Work instruction:
From the records that follow, copy every line that contains the word "loads".

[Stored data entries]
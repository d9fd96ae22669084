//! Currents and voltages in a network between settled sources, against ratings and floors.

use std::sync::Arc;

use super::{
    case::{Case, seat},
    power_angle::Phasor,
    stress::Settled,
};
use crate::{
    grid::{BusIndex, Circuit, Corridor, End},
    network::{AMPERES, C64},
};

/// Which of a circuit's ratings counts, A.
pub(super) type Rating = fn(&Circuit) -> Option<f64>;

/// A network as ratings and floors see it.
#[derive(Clone, Copy)]
pub(super) struct View<'a> {
    pub corridor: &'a Corridor,
    pub exporter: BusIndex,
    pub case: &'a Case,
    pub settled: &'a Settled,
    pub e_kv: [f64; 2],
}

/// The most loaded circuit.
#[derive(Debug, Clone)]
pub(super) struct Loaded {
    pub pct: f64,
    pub circuit: Arc<str>,
}

impl View<'_> {
    /// Voltage of a bus by its seat.
    pub fn voltage(&self, seat: usize) -> Phasor {
        self.settled.face.voltage(&self.case.network.reduced, seat, self.e_kv)
    }

    /// Rating (kV/ohm) and current of both ends of every rated circuit in service.
    fn rated(&self, rating: Rating) -> impl Iterator<Item = (usize, f64, Phasor)> {
        self.case
            .circuits
            .iter()
            .filter_map(move |on| Some((on, rating(&self.corridor.circuits[on.circuit])?)))
            .flat_map(|(on, rating_a)| {
                let [first, second] = on.seats.map(|seat| self.voltage(seat));
                [End::From, End::To].map(|end| {
                    let x = on.branch.current(end, first.x, second.x);
                    let i = on.branch.current(end, first.i, second.i);
                    (on.circuit, rating_a / AMPERES, Phasor { x, i })
                })
            })
    }

    /// The largest end current against its rating at an angle; `None` where nothing is rated.
    pub fn loading(&self, angle_rad: f64, rating: Rating) -> Option<Loaded> {
        let rotation = C64::cis(angle_rad);
        let ratio = |(circuit, rating, current): (usize, f64, Phasor)| (circuit, current.magnitude(rotation) / rating);
        let (circuit, ratio) = self.rated(rating).map(ratio).max_by(|a, b| a.1.total_cmp(&b.1))?;
        Some(Loaded { pct: 100.0 * ratio, circuit: self.corridor.circuits[circuit].name.clone() })
    }

    /// The first angle from `start_rad` on with a current above its rating: `None` where nothing is rated,
    /// infinity where it never is.
    pub fn overload_rad(&self, start_rad: f64, rating: Rating) -> Option<f64> {
        self.rated(rating)
            .map(|(_, rating, current)| {
                current.square().first_above(rating * rating, start_rad).unwrap_or(f64::INFINITY)
            })
            .reduce(f64::min)
    }

    /// The first angle from `start_rad` on with a bus under its floor, likewise.
    pub fn sag_rad(&self, start_rad: f64) -> Option<f64> {
        self.buses()
            .filter_map(|bus| Some((self.corridor.buses[bus].min_kv?, self.voltage(seat(self.exporter, bus)))))
            .map(|(floor, voltage)| voltage.square().first_below(floor * floor, start_rad).unwrap_or(f64::INFINITY))
            .reduce(f64::min)
    }

    /// kV of every live bus at an angle.
    pub fn kv(&self, angle_rad: f64) -> Vec<(Arc<str>, f64)> {
        let rotation = C64::cis(angle_rad);
        self.buses()
            .map(|bus| {
                let kv = self.voltage(seat(self.exporter, bus)).magnitude(rotation);
                (self.corridor.buses[bus].name.clone(), kv)
            })
            .collect()
    }

    fn buses(&self) -> impl Iterator<Item = BusIndex> {
        (0..self.corridor.buses.len()).filter(|bus| self.case.live[*bus])
    }
}
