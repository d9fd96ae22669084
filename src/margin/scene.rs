//! One topology between sources: the stress from there, the limits, the tightest of them.

use super::{
    Criterion, Intact, IntactLimits, Machine, OutageLimits,
    case::CaseSet,
    outage::Outage,
    stress::{Sources, Stress},
    view::View,
};
use crate::{
    grid::{Circuit, Corridor},
    network::C64,
};

/// What sets the headroom, by index.
#[derive(Debug, Clone, Copy, PartialEq)]
pub(super) struct Tightest {
    pub limit_mw: f64,
    /// `None`: the intact corridor.
    pub outage: Option<usize>,
    pub criterion: Criterion,
}

/// One topology with everything that does not depend on the impedance of the sources.
pub(super) struct Scene<'a> {
    pub corridor: &'a Corridor,
    pub set: &'a CaseSet,
    pub machine: Machine,
    pub loads: &'a [C64],
    /// Voltages of exporter and importer, kV.
    pub terminals: [C64; 2],
}

fn continuous(circuit: &Circuit) -> Option<f64> {
    circuit.rating_a
}

impl Scene<'_> {
    /// E = V + Z·I with the present voltages and currents, and the stress from there; exporter first.
    pub fn stress(&self, z: [C64; 2]) -> (Stress, [C64; 2]) {
        let y = &self.set.present.network.reduced.y;
        let [vx, vi] = self.terminals;
        let e = [vx + z[0] * (y.m11 * vx + y.m12 * vi), vi + z[1] * (y.m21 * vx + y.m22 * vi)];
        let [x, i] = [self.set.exporter, 1 - self.set.exporter];
        let swing_x_ohm = [x, i].map(|side| self.corridor.sides[side].source.swing_x_ohm);
        let sources = Sources { z, swing_x_ohm, e_kv: e.map(C64::norm) };
        (Stress::new(&self.set.present, sources, self.machine, self.loads[0]), e)
    }

    pub fn view<'b>(&'b self, stress: &'b Stress) -> View<'b> {
        View {
            corridor: self.corridor,
            exporter: self.set.exporter,
            case: &self.set.present,
            settled: &stress.settled,
            e_kv: stress.sources.e_kv,
        }
    }

    pub fn intact(&self, stress: &Stress, angle_rad: f64) -> Intact {
        let loaded = self.view(stress).loading(angle_rad, continuous);
        Intact {
            peak_mw: stress.settled.peak_mw(),
            angle_margin_deg: (stress.end_rad - angle_rad).to_degrees(),
            loading_pct: loaded.as_ref().map(|loaded| loaded.pct),
            loaded_circuit: loaded.map(|loaded| loaded.circuit),
            limit_mw: self.intact_limits(stress),
        }
    }

    pub fn intact_limits(&self, stress: &Stress) -> IntactLimits {
        let view = self.view(stress);
        let angle = stress.end_rad - self.corridor.require.intact_angle_margin_deg.to_radians();
        let within = |angle: f64| (angle < stress.end_rad).then(|| stress.transfer_at(angle));
        IntactLimits {
            angle: Some(stress.transfer_at(angle.max(stress.start_rad))),
            loading: view.overload_rad(stress.start_rad, continuous).and_then(within),
            voltage: view.sag_rad(stress.start_rad).and_then(within),
        }
    }

    pub fn tightest(&self, stress: &Stress, now_rad: f64) -> Tightest {
        let limits = self.set.outages.iter().map(|case| {
            Outage::new(self.corridor, self.set.exporter, case, stress)
                .map_or_else(|| separation(self.corridor), |outage| outage.limits(now_rad))
        });
        tightest(limits, &self.intact_limits(stress), stress)
    }
}

/// The tightest of all limits; the peak of the present curve where there is none.
pub(super) fn tightest(
    outages: impl Iterator<Item = OutageLimits>,
    intact: &IntactLimits,
    stress: &Stress,
) -> Tightest {
    let peak = stress.transfer_at(stress.end_rad);
    let mut tightest = Tightest { limit_mw: peak, outage: None, criterion: Criterion::Angle };
    let mut consider = |outage, criterion, limit: Option<f64>| {
        if let Some(limit_mw) = limit.filter(|limit_mw| *limit_mw < tightest.limit_mw) {
            tightest = Tightest { limit_mw, outage, criterion };
        }
    };
    for (index, limits) in outages.enumerate() {
        consider(Some(index), Criterion::Separation, limits.separation);
        consider(Some(index), Criterion::Angle, limits.angle);
        consider(Some(index), Criterion::Area, limits.area);
        consider(Some(index), Criterion::Loading, limits.loading);
        consider(Some(index), Criterion::Voltage, limits.voltage);
    }
    consider(None, Criterion::Angle, intact.angle);
    consider(None, Criterion::Loading, intact.loading);
    consider(None, Criterion::Voltage, intact.voltage);
    tightest
}

/// Limits of an outage that separates the corridor.
pub(super) fn separation(corridor: &Corridor) -> OutageLimits {
    OutageLimits { separation: (!corridor.require.accept_separation).then_some(0.0), ..OutageLimits::default() }
}
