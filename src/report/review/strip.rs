//! States as a strip: each has its own pattern and word, so that none depends on colour.

use super::{
    markup::{put, px},
    scale::TimeScale,
};
use crate::{desk::State, review::Series};

const HIGH_PX: f64 = 18.0;
/// From these widths there is room for the word, or for its first letter.
const WORD_PX: f64 = 52.0;
const LETTER_PX: f64 = 13.0;

/// The patterns, once a page.
pub(super) const PATTERNS: &str = "\
<svg class=\"defs\" width=\"0\" height=\"0\" aria-hidden=\"true\"><defs>\
<pattern id=\"p-ample\" width=\"8\" height=\"8\" patternUnits=\"userSpaceOnUse\">\
<rect class=\"ground ample\" width=\"8\" height=\"8\"/></pattern>\
<pattern id=\"p-thin\" width=\"6\" height=\"6\" patternUnits=\"userSpaceOnUse\" patternTransform=\"rotate(45)\">\
<rect class=\"ground thin\" width=\"6\" height=\"6\"/><rect class=\"ink thin\" width=\"2\" height=\"6\"/></pattern>\
<pattern id=\"p-blind\" width=\"6\" height=\"6\" patternUnits=\"userSpaceOnUse\">\
<rect class=\"ground blind\" width=\"6\" height=\"6\"/><circle class=\"ink blind\" cx=\"3\" cy=\"3\" r=\"1.2\"/></pattern>\
<pattern id=\"p-spent\" width=\"8\" height=\"8\" patternUnits=\"userSpaceOnUse\">\
<rect class=\"ink spent\" width=\"8\" height=\"8\"/></pattern></defs></svg>\n";

/// Time in one state without a break.
struct Run {
    state: State,
    begin_s: i64,
    end_s: i64,
}

/// Draws the worst state of each slot.
pub(super) fn draw(page: &mut String, series: &Series, time: &TimeScale, top_px: f64) {
    let runs = runs(series);
    for state in State::ALL {
        let mut path = String::new();
        for run in runs.iter().filter(|run| run.state == state) {
            let [left, right] = [run.begin_s, run.end_s].map(|at_s| time.x(at_s));
            path.push('M');
            px(&mut path, left);
            path.push(' ');
            px(&mut path, top_px);
            path.push('h');
            // Never too narrow to be seen.
            px(&mut path, (right - left).max(1.0));
            put!(path, "v{HIGH_PX}H");
            px(&mut path, left);
            path.push('z');
        }
        if !path.is_empty() {
            put!(page, "<path fill=\"url(#p-{})\" d=\"{path}\"/>", state.word());
        }
    }
    for run in &runs {
        let [left, right] = [run.begin_s, run.end_s].map(|at_s| time.x(at_s));
        let word = run.state.word();
        let word = match right - left {
            WORD_PX.. => word,
            LETTER_PX.. => &word[..1],
            _ => continue,
        };
        put!(page, "<text class=\"in-strip {}\" x=\"", run.state.word());
        px(page, f64::midpoint(left, right));
        *page += "\" y=\"";
        px(page, top_px + 13.0);
        put!(page, "\">{word}</text>");
    }
}

fn runs(series: &Series) -> Vec<Run> {
    let mut runs: Vec<Run> = Vec::new();
    for slot in &series.slots {
        let end_s = slot.at_s + series.slot_s;
        match runs.last_mut() {
            Some(run) if run.state == slot.state && run.end_s == slot.at_s => run.end_s = end_s,
            _ => runs.push(Run { state: slot.state, begin_s: slot.at_s, end_s }),
        }
    }
    runs
}
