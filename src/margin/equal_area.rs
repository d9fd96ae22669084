//! The equal-area criterion in terms of energy (Kimbark 1948, vol. 1, ch. 4; Athay, Podmore and Virmani 1979).

use std::f64::consts::{PI, TAU};

use super::PowerAngle;

/// A machine that delivers P_m on a curve: its equilibrium, its tipping point, its potential. Energies are MW·rad.
#[derive(Debug, Clone, Copy, PartialEq)]
pub(super) struct Well {
    curve: PowerAngle,
    p_m_mw: f64,
    cosine: f64,
    /// δ1 = γ + arcsin((P_m − C)/D).
    pub equilibrium_rad: f64,
    /// δu = 180° + 2γ − δ1.
    pub tipping_rad: f64,
    /// V(δu).
    pub critical: f64,
}

impl Well {
    /// `None` where the curve does not carry P_m.
    pub fn new(curve: PowerAngle, p_m_mw: f64) -> Option<Self> {
        let sine = (p_m_mw - curve.mean_mw) / curve.amplitude_mw;
        if sine.is_nan() || sine.abs() > 1.0 {
            return None;
        }
        let from_shift = sine.asin();
        let cosine = (1.0 - sine * sine).sqrt();
        let equilibrium_rad = curve.shift_rad + from_shift;
        let critical = curve.amplitude_mw * (2.0 * cosine - sine * (PI - 2.0 * from_shift));
        let tipping_rad = PI + 2.0 * curve.shift_rad - equilibrium_rad;
        Some(Self { curve, p_m_mw, cosine, equilibrium_rad, tipping_rad, critical })
    }

    /// V(δ) = ∫ from δ1 to δ of (P − P_m).
    pub fn potential(&self, angle_rad: f64) -> f64 {
        (self.curve.mean_mw - self.p_m_mw) * (angle_rad - self.equilibrium_rad)
            - self.curve.amplitude_mw * ((angle_rad - self.curve.shift_rad).cos() - self.cosine)
    }

    /// (V_crit − V_cl)/max(V_crit, V_cl), or −1 past the tipping point.
    pub fn area_margin(&self, angle_rad: f64, energy: f64) -> f64 {
        if angle_rad > self.tipping_rad {
            return -1.0;
        }
        let largest = self.critical.max(energy);
        if largest > 0.0 { (self.critical - energy) / largest } else { 0.0 }
    }

    /// Along the swing from rest at `start_rad` with `fault` on, the first angle at which ½ M ω² + V(δ) reaches
    /// V_crit. That energy is V(start) + ∫ (P − P_fault), whatever the inertia; whether the swing gets there is not
    /// looked at.
    pub fn spent_rad(&self, fault: &PowerAngle, start_rad: f64) -> Option<f64> {
        let needed = self.critical - self.potential(start_rad);
        let gain = self.curve.less(fault);
        if self.p_m_mw >= fault.at(start_rad) {
            gain.first_climb(start_rad, needed, self.tipping_rad)
        } else {
            gain.mirrored().first_climb(-start_rad, needed, -start_rad + TAU).map(|angle| -angle)
        }
    }

    /// The angle past the equilibrium at which the potential has taken up `energy`; `None` when it never does.
    pub fn swing_peak_rad(&self, energy: f64) -> Option<f64> {
        if energy >= self.critical {
            return None;
        }
        let energy = energy.max(0.0);
        let (mut low, mut high) = (self.equilibrium_rad, self.tipping_rad);
        let stiffness = self.curve.amplitude_mw * self.cosine;
        let mut angle = (low + (2.0 * energy / stiffness).sqrt()).min(0.5 * (low + high));
        for _ in 0..60 {
            let excess = self.potential(angle) - energy;
            if excess > 0.0 {
                high = angle;
            } else {
                low = angle;
            }
            let newton = angle - excess / (self.curve.at(angle) - self.p_m_mw);
            let next = if newton > low && newton < high { newton } else { 0.5 * (low + high) };
            let moved = (next - angle).abs();
            angle = next;
            if moved < 1e-12 {
                break;
            }
        }
        Some(angle)
    }
}
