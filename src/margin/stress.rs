//! The corridor under stress: sources, loads and topology stay, the internal angle opens from zero transfer to the
//! present curve's peak. The sources of the swing follow from the voltages and currents at each point.

use std::f64::consts::{FRAC_PI_2, PI};

use super::{
    Machine, PowerAngle,
    case::Case,
    face::{Face, Kernel},
    power_angle::{Phasor, Wave},
};
use crate::network::{C64, M2};

/// What stands behind the terminals, exporter first.
#[derive(Debug, Clone, Copy)]
pub(super) struct Sources {
    /// Settled impedances, ohm.
    pub z: [C64; 2],
    /// Reactance added for the first swing, ohm.
    pub swing_x_ohm: [f64; 2],
    /// Magnitudes of the settled voltages, kV.
    pub e_kv: [f64; 2],
}

impl Sources {
    /// Impedances in the first swing, ohm.
    pub fn swing_z(&self) -> [C64; 2] {
        [0, 1].map(|k| self.z[k] + C64::new(0.0, self.swing_x_ohm[k]))
    }
}

/// A network between settled sources.
#[derive(Debug, Clone, Copy)]
pub(super) struct Settled {
    pub face: Face,
    /// P_e.
    pub curve: PowerAngle,
    /// MW from the exporter's terminal into the circuits.
    pub transfer: Wave,
}

impl Settled {
    /// `load` is the exporter terminal's, S.
    pub fn new(case: &Case, sources: &Sources, machine: &Machine, load: C64) -> Self {
        let face = Face::new(&case.network.reduced.y, sources.z);
        let [ex, ei] = sources.e_kv;
        let voltage = Phasor { x: face.terminal.m11 * ex, i: face.terminal.m12 * ei };
        let into_circuits = Phasor { x: face.y.m11 * ex - load * voltage.x, i: face.y.m12 * ei - load * voltage.i };
        let curve = face.kernel(machine).curve(sources.e_kv);
        Self { face, curve, transfer: voltage.power(&into_circuits) }
    }

    /// Transfer at the curve's peak, MW.
    pub fn peak_mw(&self) -> f64 {
        self.transfer.at(self.curve.peak_rad())
    }
}

/// The sources of the swing at one point of the stress.
#[derive(Debug, Clone, Copy)]
pub(super) struct SwingPoint {
    pub e_kv: [f64; 2],
    pub angle_rad: f64,
    pub p_m_mw: f64,
}

/// The present network on its way from zero transfer to its peak.
#[derive(Debug, Clone, Copy)]
pub(super) struct Stress {
    pub sources: Sources,
    pub machine: Machine,
    /// Load at the exporter's terminal, S.
    pub load: C64,
    pub settled: Settled,
    swing: Kernel,
    /// Internal angle of zero transfer, rad.
    pub start_rad: f64,
    /// Internal angle of the peak, rad.
    pub end_rad: f64,
}

impl Stress {
    pub fn new(present: &Case, sources: Sources, machine: Machine, load: C64) -> Self {
        let settled = Settled::new(present, &sources, &machine, load);
        let swing = Face::new(&present.network.reduced.y, sources.swing_z()).kernel(&machine);
        let end_rad = settled.curve.peak_rad();
        let transfer = PowerAngle::from(settled.transfer);
        let zero = transfer.rising_rad(0.0).unwrap_or(transfer.shift_rad - FRAC_PI_2);
        // The same angle, in the half turn that ends at the peak.
        let start_rad = (zero + (end_rad - zero).div_euclid(2.0 * PI) * 2.0 * PI).max(end_rad - PI);
        Self { sources, machine, load, settled, swing, start_rad, end_rad }
    }

    /// The same sources round another network with the same loads.
    pub fn in_network(&self, present: &Case) -> Self {
        Self::new(present, self.sources, self.machine, self.load)
    }

    /// The internal angle that transfers so many MW more than another one, on the rising side of the curve, which
    /// goes on through zero transfer; `None` beyond it.
    pub fn shifted_rad(&self, angle_rad: f64, shift_mw: f64) -> Option<f64> {
        if shift_mw == 0.0 {
            return Some(angle_rad);
        }
        let transfer = PowerAngle::from(self.settled.transfer);
        let angle = transfer.rising_rad(self.transfer_at(angle_rad) + shift_mw)?;
        let lowest = self.end_rad - PI;
        // A turn that has the rising side in its middle.
        let above_lowest = (angle - lowest + FRAC_PI_2).rem_euclid(2.0 * PI) - FRAC_PI_2;
        (0.0..=PI).contains(&above_lowest).then_some(lowest + above_lowest)
    }

    /// Settled P_m at an internal angle, MW.
    pub fn p_m_mw(&self, angle_rad: f64) -> f64 {
        self.settled.curve.at(angle_rad)
    }

    /// The transfer at which the settled machines deliver P_m; `None` where only the peak or more would do.
    pub fn transfer_for(&self, p_m_mw: f64) -> Option<f64> {
        if p_m_mw >= self.settled.curve.peak_mw() {
            return None;
        }
        let angle = self.settled.curve.rising_rad(p_m_mw).unwrap_or(self.start_rad);
        Some(self.transfer_at(angle.max(self.start_rad)))
    }

    /// Transfer at an internal angle, MW.
    pub fn transfer_at(&self, angle_rad: f64) -> f64 {
        self.settled.transfer.at(angle_rad)
    }

    /// E_s = V + Z_s·I = E + j·swing_x·I at an internal angle, and P_m = P_e = a·P_x + b·P_i of the present network
    /// there, from voltages and currents.
    pub fn swing_at(&self, angle_rad: f64) -> SwingPoint {
        let Sources { e_kv: [ex, ei], swing_x_ohm: [xx, xi], .. } = self.sources;
        let y: &M2 = &self.settled.face.y;
        let rotation = C64::cis(angle_rad);
        // Each side turned so that its settled source is real.
        let current_x = y.m11 * ex + y.m12 * ei * rotation.conj();
        let current_i = y.m21 * ex * rotation + y.m22 * ei;
        let swing_x = C64::new(ex - xx * current_x.im, xx * current_x.re);
        let swing_i = C64::new(ei - xi * current_i.im, xi * current_i.re);
        let power_x = (swing_x * current_x.conj()).re;
        let power_i = (swing_i * current_i.conj()).re;
        let turned = if xx == 0.0 && xi == 0.0 { 0.0 } else { (swing_x * swing_i.conj()).arg() };
        SwingPoint {
            e_kv: [swing_x.norm_sqr().sqrt(), swing_i.norm_sqr().sqrt()],
            angle_rad: angle_rad + turned,
            p_m_mw: self.machine.exporter_share * power_x - self.machine.importer_share * power_i,
        }
    }

    /// P_e of the present network with the sources of a swing.
    pub fn swing_curve(&self, point: &SwingPoint) -> PowerAngle {
        self.swing.curve(point.e_kv)
    }
}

Written response:
    pub loads: &'a [C64],
        (Stress::new(&self.set.present, sources, self.machine, self.loads[0]), e)
//! The corridor under stress: sources, loads and topology stay, the internal angle opens from zero transfer to the
    /// The same sources round another network with the same loads.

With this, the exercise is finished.